▶ _Work instructions_: Write out each line of the records that has "evenstroke" in it.

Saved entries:
// SPDX-License-Identifier: GPL-3.0-or-later
#pragma once

#include "core/trend/judgement.h"

namespace evenstroke {

/// Whether the newest usable reading is beyond the limit already: the engine's own where it has one on that side, else
/// the customary one, counted from the place's level before the change.
bool limit_is_passed(const Judgement& judgement, const Flag& flag);

} // namespace evenstroke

▶ _Reply to the exercise_:
namespace evenstroke {
} // namespace evenstroke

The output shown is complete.